--- WHAT TO WORK ON ---
Restate verbatim the span of lines below between the line with "slices of one" and the line with "count, points = mobile.shape", including those two lines, and only that span.

Recorded data:
● ● ● ● ●
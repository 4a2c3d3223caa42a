"""Time slices of several bodies, halved where two of their pairs are close at once.

The slice factor of `pairfactor` is exact for one pair: given the endpoints of a slice, the angle that
the pair's relative vector sweeps has a known law.  When one body takes part in two pairs (a mobile
particle and two flux tubes, two mobile particles and a tube), the two angles of one slice are
correlated, and the product of the two exact factors is only right when at most one of the pairs is
close (within a few slice lengths) -- the far pair then sweeps its minimal angle except with a
probability below exp(-NEAR_CUT) (a sideways bridge excursion, see `pairfactor`).

`refine` therefore cuts every slice on which two or more pairs are near into two halves, drawing the
midpoint of every mobile body from its exact Brownian-bridge law (mean the chord's midpoint,
per-component variance a quarter of the slice's), and repeats on the halves up to `depth` times.  This
is an exact change of the time grid (the bridge laws are consistent), so the estimators stay unbiased
in the limit of deep refinement; what remains after `depth` halvings is the product rule on slices
shorter by 2^depth, needed only where two bodies of the pairs are closer than ~6 slice lengths of
the refined grid (docs/tubes.md, "Refinement").

Static bodies (flux tubes) have variance 0: their position stays fixed.
"""
from __future__ import annotations

from dataclasses import dataclass

import numpy as np

from .pairfactor import NEAR_CUT, classify_segments
from .sampler import PhaseData


@dataclass
class Level:
    """Final slices of one refinement depth: per body, start and end points (complex arrays)."""

    depth: int
    rows: np.ndarray
    starts: list[np.ndarray]
    ends: list[np.ndarray]


def path_slices(paths: list[np.ndarray]) -> tuple[np.ndarray, list[np.ndarray], list[np.ndarray]]:
    """Flatten equally sliced paths (samples, points) into per-slice rows, starts and ends; a static
    body is given as a (samples,) array and repeated."""
    mobile = next(p for p in paths if p.ndim == 2)
    count, points = mobile.shape
    slices = points - 1
    rows = np.repeat(np.arange(count), slices)
    starts, ends = [], []
    for p in paths:
        if p.ndim == 2:
            starts.append(p[:, :-1].ravel())
            ends.append(p[:, 1:].ravel())
        else:
            fixed = np.repeat(p, slices)
            starts.append(fixed)
            ends.append(fixed)
    return rows, starts, ends


def _near(u0: np.ndarray, u1: np.ndarray, v: float, cut: float) -> np.ndarray:
    """Chord from u0 to u1 within sqrt(cut v / 2) of the origin."""
    w = u1 - u0
    ww = w.real * w.real + w.imag * w.imag
    with np.errstate(invalid="ignore", divide="ignore"):
        s = np.where(ww > 0, -(u0.real * w.real + u0.imag * w.imag) / ww, 0.0)
    p = u0 + np.clip(s, 0.0, 1.0) * w
    return 2.0 * (p.real * p.real + p.imag * p.imag) / v < cut


def refine(rng: np.random.Generator, rows, starts, ends, mobile: tuple[float, ...], variance: float,
           pairs: list[tuple[int, int]], depth: int, cut: float = NEAR_CUT) -> list[Level]:
    """Halve every slice on which two or more of `pairs` are near, `depth` times at most.

    variance: per-component variance of one mobile body's increment over an unrefined slice; `mobile`
    weighs it per body (1 or True for a particle of the unit mass, m_unit/m for another mass, 0 or False
    for a static tube).
    Returns the final slices grouped by depth (a slice's variance is variance / 2^depth).
    """
    levels = []
    for level in range(depth + 1):
        v = variance / 2 ** level
        near = np.zeros(rows.shape, dtype=int)
        for b, c in pairs:
            near += _near(starts[b] - starts[c], ends[b] - ends[c], v * (mobile[b] + mobile[c]), cut)
        split = near >= 2 if level < depth else np.zeros(rows.shape, dtype=bool)
        keep = ~split
        levels.append(Level(level, rows[keep], [s[keep] for s in starts], [e[keep] for e in ends]))
        if not split.any():
            break
        rows = np.concatenate([rows[split], rows[split]])
        new_starts, new_ends = [], []
        for s, e, moves in zip(starts, ends, mobile):
            s, e = s[split], e[split]
            if moves:   # a body's weight: its increment variance relative to `variance` (1/mass ratio)
                z = rng.standard_normal((s.size, 2)) * np.sqrt(v * moves / 4.0)
                mid = 0.5 * (s + e) + (z[:, 0] + 1j * z[:, 1])
            else:
                mid = s
            new_starts.append(np.concatenate([s, mid]))
            new_ends.append(np.concatenate([mid, e]))
        starts, ends = new_starts, new_ends
    return levels


def pair_data(levels: list[Level], b: int, c: int, mobile: tuple[float, ...], variance: float,
              count: int) -> PhaseData:
    """Slice data (far angle sums per sample, near slices) of the pair (b, c) over refined slices."""
    far = np.zeros(count)
    rows, xs, phis = [], [], []
    for lv in levels:
        if lv.rows.size == 0:
            continue
        u = np.stack([lv.starts[b] - lv.starts[c], lv.ends[b] - lv.ends[c]], axis=1)
        v = variance / 2 ** lv.depth * (mobile[b] + mobile[c])
        far_slice, near_rows, x, phi = classify_segments(u, v)
        far += np.bincount(lv.rows, weights=far_slice, minlength=count)
        rows.append(lv.rows[near_rows])
        xs.append(x)
        phis.append(phi)
    return PhaseData(far, np.concatenate(rows), np.concatenate(xs), np.concatenate(phis))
● ● ● ● ●
--- TASK RESPONSE ---
    """Final slices of one refinement depth: per body, start and end points (complex arrays)."""

    depth: int
    rows: np.ndarray
    starts: list[np.ndarray]
    ends: list[np.ndarray]


def path_slices(paths: list[np.ndarray]) -> tuple[np.ndarray, list[np.ndarray], list[np.ndarray]]:
    """Flatten equally sliced paths (samples, points) into per-slice rows, starts and ends; a static
    body is given as a (samples,) array and repeated."""
    mobile = next(p for p in paths if p.ndim == 2)
    count, points = mobile.shape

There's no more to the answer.